Most patients were 25 to 44 years old, male, and had private or Medicaid insurance. At the beginning of buprenorphine treatment, approximately 21% (1,343 patients) were prescribed 8 mg, 50% (3,264 patients) were prescribed 16 mg, and 10% (668 patients) were prescribed 24 mg. Patients prescribed doses greater than 24 mg could not be analyzed due to the small number (0.2%, or 15 patients) of those prescribed such doses during the study period.
Patients prescribed 24 mg of buprenorphine remained on treatment longer than those prescribed the recommended target maintenance dose of 16 mg. Statistical analysis showed that the latter group was 20% more likely to discontinue treatment than the group prescribed 24 mg.
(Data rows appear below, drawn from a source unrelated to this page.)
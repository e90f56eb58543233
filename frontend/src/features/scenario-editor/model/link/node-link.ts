import { exchangePlan } from '#common/engine/link/exchange-plan.ts';
import { linkOf } from '#common/engine/link/link-of.ts';
import type { LinkSettings, Node, Scenario } from '#common/engine/scenario/scenario.types.ts';
import { EngineError } from '#common/errors.ts';
import { updateNode } from '../operations/part-operations.ts';
import { withOptional } from '../operations/supply-operations.ts';
import { LINK_SECTIONS, type LinkSectionId } from './link-fields.table.ts';
import { valueAt } from './link-values.ts';

/** The document with other link settings of the node; empty ones are none. */
export function withNodeLink(document: Scenario, apply: (link: LinkSettings) => LinkSettings): Scenario {
  return updateNode(document, (node) => {
    const link = apply(node.link ?? {});
    return link === node.link ? node : withOptional(node, 'link', Object.keys(link).length === 0 ? undefined : link);
  });
}

/** How much of each section the line has room for: its first so many words, and the last of the standard's counts. */
const TOLD: readonly { id: LinkSectionId; from: number; to: number }[] = [
  { id: 'phy', from: 0, to: 1 },
  { id: 'channel', from: 0, to: 2 },
  { id: 'access', from: 2, to: 3 },
];

/** The settings in one line: PHY, busy channel, loss, retries. */
export function linkWords(link: LinkSettings): string {
  return TOLD.flatMap(({ id, from, to }) =>
    LINK_SECTIONS.filter((section) => section.id === id).flatMap(({ summary }) => summary(link).slice(from, to)),
  )
    .filter((words) => words !== undefined)
    .join(' · ');
}

/** A step with link settings of its own, and the sections in which they stand. */
export interface Override {
  routineId: string;
  routineName: string;
  stepId: string;
  stepName: string;
  sections: string[];
}

/** The steps that do not follow the node in everything. */
export function overridesOf({ routines }: Pick<Node, 'routines'>): Override[] {
  return routines.flatMap(({ id: routineId, name: routineName, steps }) =>
    steps.flatMap(({ id: stepId, name: stepName, duration }): Override[] => {
      if (duration.kind !== 'exchange' || duration.link === undefined) return [];
      const { link } = duration;
      const isSet = (key: string): boolean => valueAt(link, key) !== undefined;
      const sections = LINK_SECTIONS.filter(({ id, fields }) => isSet(id) || fields.some(({ key }) => isSet(key))).map(
        ({ title }) => title,
      );
      return sections.length === 0 ? [] : [{ routineId, routineName, stepId, stepName, sections }];
    }),
  );
}

/** How many steps take their times from the link. */
export function exchangeCount({ routines }: Pick<Node, 'routines'>): number {
  return routines.flatMap(({ steps }) => steps).filter(({ duration }) => duration.kind === 'exchange').length;
}

/** What must be said of the node's own settings, by field: of figures that a step has to assume, for example. */
export function nodeLinkCautions({ routines, link: nodeLink }: Pick<Node, 'routines' | 'link'>): Map<string, string> {
  const cautions = new Map<string, string>();
  for (const { duration } of routines.flatMap(({ steps }) => steps)) {
    if (duration.kind !== 'exchange') continue;
    try {
      for (const { field, message } of exchangePlan(duration, linkOf(nodeLink, duration.link)).cautions) {
        const isOwn = valueAt({ link: duration.link }, field) !== undefined;
        if (field.startsWith('link.') && !isOwn) cautions.set(`node.${field}`, message);
      }
    } catch (error) {
      // The forecast tells of settings that give no plan.
      if (!(error instanceof EngineError)) throw error;
    }
  }
  return cautions;
}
“Currently recommended target doses for buprenorphine are based on research conducted before fentanyl was widely available. We are currently seeing people with high levels of tolerance and dependence to opioids, and the buprenorphine dose Our findings suggest that increasing the dose (up to 24 mg) may improve treatment retention in these populations,” said Associate Rachel Wightman, MD. Professor of Emergency Medicine and Epidemiology at Brown University Alpert School of Medicine and one of the study’s principal investigators. “We have a responsibility to help our patients succeed.”
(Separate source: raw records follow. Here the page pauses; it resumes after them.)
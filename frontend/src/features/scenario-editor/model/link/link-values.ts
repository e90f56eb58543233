/** Reads what stands at a dotted key of an object, such as `crystal.startUpS`; undefined where nothing does. */
export function valueAt(object: object | undefined, key: string): unknown {
  let value: unknown = object;
  for (const segment of key.split('.')) {
    if (typeof value !== 'object' || value === null) return undefined;
    value = Reflect.get(value, segment);
  }
  return value;
}

/**
 * The object with another value at a dotted key; `undefined` takes the key away, and with it objects that are then empty.
 * The same object when nothing changes.
 */
export function withValueAt<T extends object>(object: T, key: string, value: unknown): T {
  const [head = '', ...rest] = key.split('.');
  const before: unknown = Reflect.get(object, head);
  const next = rest.length === 0 ? value : nested(before, rest.join('.'), value);
  if (Object.is(before, next)) return object;
  if (next !== undefined) return { ...object, [head]: next };
  const copy = { ...object };
  Reflect.deleteProperty(copy, head);
  return copy;
}

function nested(before: unknown, key: string, value: unknown): object | undefined {
  const object = typeof before === 'object' && before !== null ? before : undefined;
  const next = withValueAt(object ?? {}, key, value);
  if (object && Object.keys(next).length > 0) return next;
  return Object.keys(next).length === 0 ? undefined : next;
}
Future research directions
To continue this research, scientists will conduct a prospective randomized clinical trial to evaluate the effectiveness of daily doses of buprenorphine up to 24 mg in improving treatment retention and reducing the risk of overdose and death. That’s what I’m aiming for. In this trial, researchers will also investigate the role of other factors that may be associated with treatment retention, such as clinicians’ prescribing practices and patients’ sociodemographic and living circumstances. The results of this trial could ultimately help inform updated standards of treatment for opioid use disorder.
References: “Buprenorphine Dosage and Time to Discontinuation in Patients with Opioid Use Disorder in the Fentanyl Era” Laura C. Chambers, Ph.D., MPH; Benjamin D. Hallowell, Ph.D., MPH. Andrew R. Zullo, Pharm.D. Taylor J. Paiva, MPH. Justin Burke, MD, MPH, MBA. Rachel Gaither, Bachelor of Science; Dr. Aidan J. Hampson. Francesca L. Beaudoin, MD, PhD and Rachel S. Wightman, MD, FACMT, September 18, 2023; JAMA network open.
DOI: 10.1001/jamanetworkopen.2023.34540
This research was funded by the National Institute on Drug Abuse, part of the National Institutes of Health, under award number UG3DA056880. The content is solely the responsibility of the authors and does not necessarily represent the official views of the National Institutes of Health.